From the above discussion, we concluded that the appearance of the virtual agent affected the perceived attribution of responsibility in human-agent collaboration work. The human-like and angel-like agents resulted in much perceived responsibility toward the participants when the collaboration work ended with a failure. Furthermore, the appearance of having less experience was attributed high responsibility. These results can be explained by defensive attribution in attribution theory [
26].
The findings of this experiment suggest a new design method for human-agent collaboration work. If we use an agent having a non-human-like appearance (for example, the robot-like agent), the user seemed to attribute much responsibility to the agent and not to trust the agent. We suggest using the agent having human-like appearance in human-agent collaboration work from this experiment. A question is raised about the commonly accepted beliefs about agent design for social tasks. We should consider the attribution of responsibility to construct trustworthy agents.
Limitations
This experiment had some limitations. First, our “sound-guessing game” may have had a strong context.
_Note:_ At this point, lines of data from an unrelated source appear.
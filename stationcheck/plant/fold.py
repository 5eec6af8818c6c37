"""Folds the events stations forwarded into the plant's units, steps, alarms and unit tags with
the station log's own projection (:func:`stationcheck.store.projection.project`): one
definition of what a row says, whichever database holds it.

Runs with the database owner's role (stations may not write derived rows): ``stationcheck plant
fold``. Each station's events are folded in its own seq order, in chunks, each chunk in one
transaction with the station's ``folded_seq``, so a fold stopped at any point resumes where it
left off and never folds an event twice.
"""

from __future__ import annotations

import json
import logging
from typing import Any

from stationcheck.core.events import Event
from stationcheck.errors import StoreError
from stationcheck.store.log_records import StoredEvent
from stationcheck.store.projection import project
from stationcheck.store.sql_tables import (
    ALARM_COLUMNS,
    STEP_COLUMNS,
    TAG_COLUMNS,
    UNIT_COLUMNS,
    BufferedSqlTables,
    alarm_to_sql,
    step_to_sql,
    unit_to_sql,
)

logger = logging.getLogger(__name__)

FOLD_CHUNK_EVENTS = 20_000


def _ints(values: tuple[Any, ...]) -> tuple[Any, ...]:
    """PostgreSQL keeps the 0/1 flags as integers, as SQLite does (the shared SQL says ``= 1``)."""
    return tuple(int(v) if isinstance(v, bool) else v for v in values)


def _upsert(table: str, columns: tuple[str, ...], key: tuple[str, ...], update: bool) -> str:
    names = ("station_id", *columns)
    action = (
        "DO UPDATE SET " + ", ".join(f"{c} = excluded.{c}" for c in columns if c not in key)
        if update
        else "DO NOTHING"
    )
    return (
        f"INSERT INTO plant.{table} ({', '.join(names)}) VALUES "
        f"({', '.join('%s' for _ in names)}) ON CONFLICT ({', '.join(key)}) {action}"
    )


_UNITS_SQL = _upsert("units", UNIT_COLUMNS, ("station_id", "serial"), True)
_STEPS_SQL = _upsert("steps", STEP_COLUMNS, ("station_id", "seq"), False)
_ALARMS_SQL = _upsert("alarms", ALARM_COLUMNS, ("station_id", "seq"), False)
_TAGS_SQL = _upsert("unit_tags", TAG_COLUMNS, ("station_id", "tag", "serial"), False)


class PlantTables(BufferedSqlTables):
    """The projection's tables for one station in the plant database (PostgreSQL dialect):
    the same buffering as the station's log, rows keyed by station id as well."""

    def __init__(self, conn: Any, station_id: str) -> None:
        super().__init__(conn)
        self.station_id = station_id

    def _stored_unit(self, serial: str) -> Any:
        return self._conn.execute(
            f"SELECT {', '.join(UNIT_COLUMNS)} FROM plant.units WHERE station_id = %s AND "
            "serial = %s",
            (self.station_id, serial),
        ).fetchone()

    def _store_position_result(
        self, serial: str, pass_no: int, step: str, position: str, result: str
    ) -> None:
        self._conn.execute(
            "UPDATE plant.steps SET position_result = %s WHERE station_id = %s AND seq = ("
            "SELECT seq FROM plant.steps WHERE station_id = %s AND serial = %s AND pass_no = %s "
            "AND step = %s AND position = %s ORDER BY seq DESC LIMIT 1)",
            (result, self.station_id, self.station_id, serial, pass_no, step, position),
        )

    def _store_cleared(self, code: str, subject: str, cleared_t_s: float) -> None:
        self._conn.execute(
            "UPDATE plant.alarms SET cleared_t_s = %s WHERE station_id = %s AND seq = (SELECT "
            "max(seq) FROM plant.alarms WHERE station_id = %s AND code = %s AND subject = %s "
            "AND cleared_t_s IS NULL)",
            (cleared_t_s, self.station_id, self.station_id, code, subject),
        )

    def flush(self) -> None:
        station = (self.station_id,)
        conn: Any = self._conn  # a psycopg connection here
        with conn.cursor() as cur:
            if self._dirty:
                cur.executemany(
                    _UNITS_SQL, [station + _ints(unit_to_sql(self._units[s])) for s in self._dirty]
                )
            if self._steps:
                cur.executemany(
                    _STEPS_SQL, [station + _ints(step_to_sql(s)) for s in self._steps.values()]
                )
            if self._alarms:
                cur.executemany(
                    _ALARMS_SQL, [station + alarm_to_sql(a) for a in self._alarms.values()]
                )
            if self._tags:
                cur.executemany(
                    _TAGS_SQL,
                    [
                        (*station, tag, serial, *times)
                        for (tag, serial), times in self._tags.items()
                    ],
                )
        self.discard()


def stored_event_from_row(row: tuple[Any, ...]) -> StoredEvent:
    """A row of ``plant.events`` as the typed event the station logged."""
    seq, t_s, kind, serial, data, recorded_at_s = row
    try:
        event = Event.from_data(float(t_s), kind, serial, json.loads(data))
    except ValueError as exc:  # also json.JSONDecodeError
        raise StoreError(f"plant event {seq} ({kind}) is malformed: {exc}") from exc
    return StoredEvent(int(seq), float(recorded_at_s), event)


def fold_station(conn: Any, station_id: str, chunk_events: int = FOLD_CHUNK_EVENTS) -> int:
    """Fold one station's events not yet folded; returns how many were folded."""
    count = 0
    while True:
        with conn.transaction():
            conn.execute(
                "SELECT pg_advisory_xact_lock(hashtext('stationcheck fold ' || %s))", (station_id,)
            )
            row = conn.execute(
                "SELECT folded_seq FROM plant.stations WHERE station_id = %s", (station_id,)
            ).fetchone()
            folded = int(row[0])
            rows = conn.execute(
                "SELECT seq, t_s, kind, serial, data, recorded_at_s FROM plant.events WHERE "
                "station_id = %s AND seq > %s ORDER BY seq LIMIT %s",
                (station_id, folded, chunk_events),
            ).fetchall()
            if not rows:
                return count
            tables = PlantTables(conn, station_id)
            for event_row in rows:
                project(stored_event_from_row(event_row), tables)
            tables.flush()
            conn.execute(
                "UPDATE plant.stations SET folded_seq = %s WHERE station_id = %s",
                (int(rows[-1][0]), station_id),
            )
        count += len(rows)


def fold_all(conn: Any, chunk_events: int = FOLD_CHUNK_EVENTS) -> int:
    """Fold every station's new events; returns how many were folded."""
    stations = conn.execute(
        "SELECT station_id FROM plant.stations WHERE last_seq > folded_seq ORDER BY station_id"
    ).fetchall()
    total = 0
    for (station_id,) in stations:
        folded = fold_station(conn, str(station_id), chunk_events)
        if folded:
            logger.info("folded %d events of station %s", folded, station_id)
        total += folded
    return total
Cameron et al. showed that the factor of robots’ trustworthiness was affected by an experimental design with a strong context [
42]. Furthermore, the experiment design in this research was simple. It might be better to use a physiological index as the dependent value and conduct an experiment in the laboratory (instead of on the web) in future work.
Second, we conducted the experiments with virtual agents, not real robots. The results that we obtained are probably inapplicable to collaborative work with real robots having different appearances.
Third, the gender ratio of the participants was unbalanced in each condition. The gender ratio seems to affect the human-agent interaction. In the case of robots, Nomura et al. showed that female users had lower negative attitudes toward robots than male users [
43]. Furthermore, Lei and Rau showed that female users attributed more credit and less blame to the robot than male users [
44]. Conversely, Matsui and Yamada showed that there was no gender effect on human-agent interaction on the web [
45]. From this prior work, we thought that there was no gender effect in this experiment. However, additional trials seem to be needed to be confident.
Lastly, the results were possibly based on Japanese culture, for example the Japanese way of communication and the level of robotization.
These issues will be the subjects of our future work.